Maybe it was a dream. The one with the stairs? Up, down, over and over again. Or the dream with the doors. Or the task you need to complete but can't because you don't know what it is, and the dream ain't telling you.
Point is, you're awake. And all the dark thoughts are awake too, ready to visit you. The weird email from a friend that you can't parse. The job that isn't so hot right now. The project that you should be so much further along on. How can you sleep when so much is wrong? When you're messing up so much? When you can't do anything right because you can't sleep…
It's a pretty little trick, isn't it? The way that feeling gets stronger the more you try to ignore it, like a tide that pulls you out to sea even faster because you're swimming against it.
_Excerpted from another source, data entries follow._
"""From the state machine's task to what :func:`breakstep.engine.execute.execute` takes, and from a task's arrays
to the rims that other workers need."""

from __future__ import annotations

from collections.abc import Mapping
from typing import Any

import numpy as np

from breakstep.engine.execute import Inputs, Site
from breakstep.engine.program import Program
from breakstep.engine.resident.core import Core
from breakstep.engine.resident.states import Finish, SendRims, TaskState
from breakstep.mesh.halo import cut
from breakstep.mesh.mesh import Triple
from breakstep.steps.step import Array


def site_of(task: TaskState) -> Site:
    """Which step task it is."""
    phase = task.phase
    return Site(phase.stage.index, task.tile, phase.cycle, phase.iteration)


def inputs_of(core: Core, task: TaskState) -> Inputs:
    """Everything a running task reads; safe without the core's lock, for nothing it reads can be dropped."""
    phase, tile, program = task.phase, task.tile, core.program
    rims: dict[str, dict[Triple, Array]] = {}
    for read in phase.stage.reads:
        if read.is_local:
            continue
        of_field = rims.setdefault(read.field, {})
        for rim in program.plans.plan(tile, read).rims:
            if core.plan.owners[rim.neighbour] == core.me:
                of_field[rim.offset] = cut(rim, core.neighbour(task, read.field, rim.neighbour))
            else:
                of_field[rim.offset] = core.bundle(task, read.field, rim.neighbour)[read.field, tile, rim.offset]
    passes = False
    if phase.gate is not None:
        passes = program.stop(phase.stage.index, core.values[phase.gate.instance][phase.gate.row])
    return Inputs(
        own=core.own_arrays(task),
        rims=rims,
        values={name: core.values[ref.instance][ref.row] for name, ref in phase.values.items()},
        passes=passes,
    )


def worked_out(program: Program, order: Finish) -> Array:
    """The result that a root's order asks for.

    Raises
    ------
    BreakstepError
        A user's function raised, or says so itself.
    """
    making = order.making
    return program.finish(order.phase.stage.index, making.reduction, order.combined, order.previous, making.rows)


def cut_rims(order: SendRims, arrays: Mapping[str, Array]) -> dict[Any, Array]:
    """The arrays of a rims item: copies always, for a contiguous view would keep the whole tile alive."""
    return {(name, tile, rim.offset): np.array(cut(rim, arrays[name]), order="C") for name, tile, rim in order.cuts}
But the real trick is that you have to keep swimming, because giving up doesn't get you anywhere good. So you try. But you're tired. And it just keeps getting harder to go on.
Stop.
Just stop for a second and listen to me.
You're amazing. You've produced wonderous things. Stories, pictures, jokes, events, friendships, groups, children, words, images, ideas. You've made them. And not everyone can do that. People like what you've done, and they want to see more, hear more from you. I want to see more from you.
You're not a fraud. You're not a dabbler. You're not a joke.
You're a producer. A maker. A creator.
Maybe what you make isn't something solid, that folks can hold in their hands. But that doesn't make it any less real. It can still change the shape of the universe. And you made it.
So of course you're tired. Of course those night-thoughts are visiting.
No wonder you can't sleep. You've got a lot on your mind.
You've been producing, and that's hard. It invites doubts and fears right inside your brain. That's natural. But it doesn't mean you have to feed them.
Listen carefully to all those little, squirmy, deep blue ideas that creep inside your head when you're staring at the ceiling. Listen to them so you can understand how strange they are, how twisted and misshapen they've gotten. Note how little they have to do with reality or even possibility.
And then let them go. Name them as lies and irrationalities. Then politely show them the door.
Not sure they're lies? Repeat them to the people around you, the people you trust, the people who trust you. When you hear how much folks laugh when they hear those lies, you'll know. And then you can get the deep, dark muck out of your head and get to sleep.
So you can wake up and start doing what you do best.
Making.
Because I can't wait to see what you do next.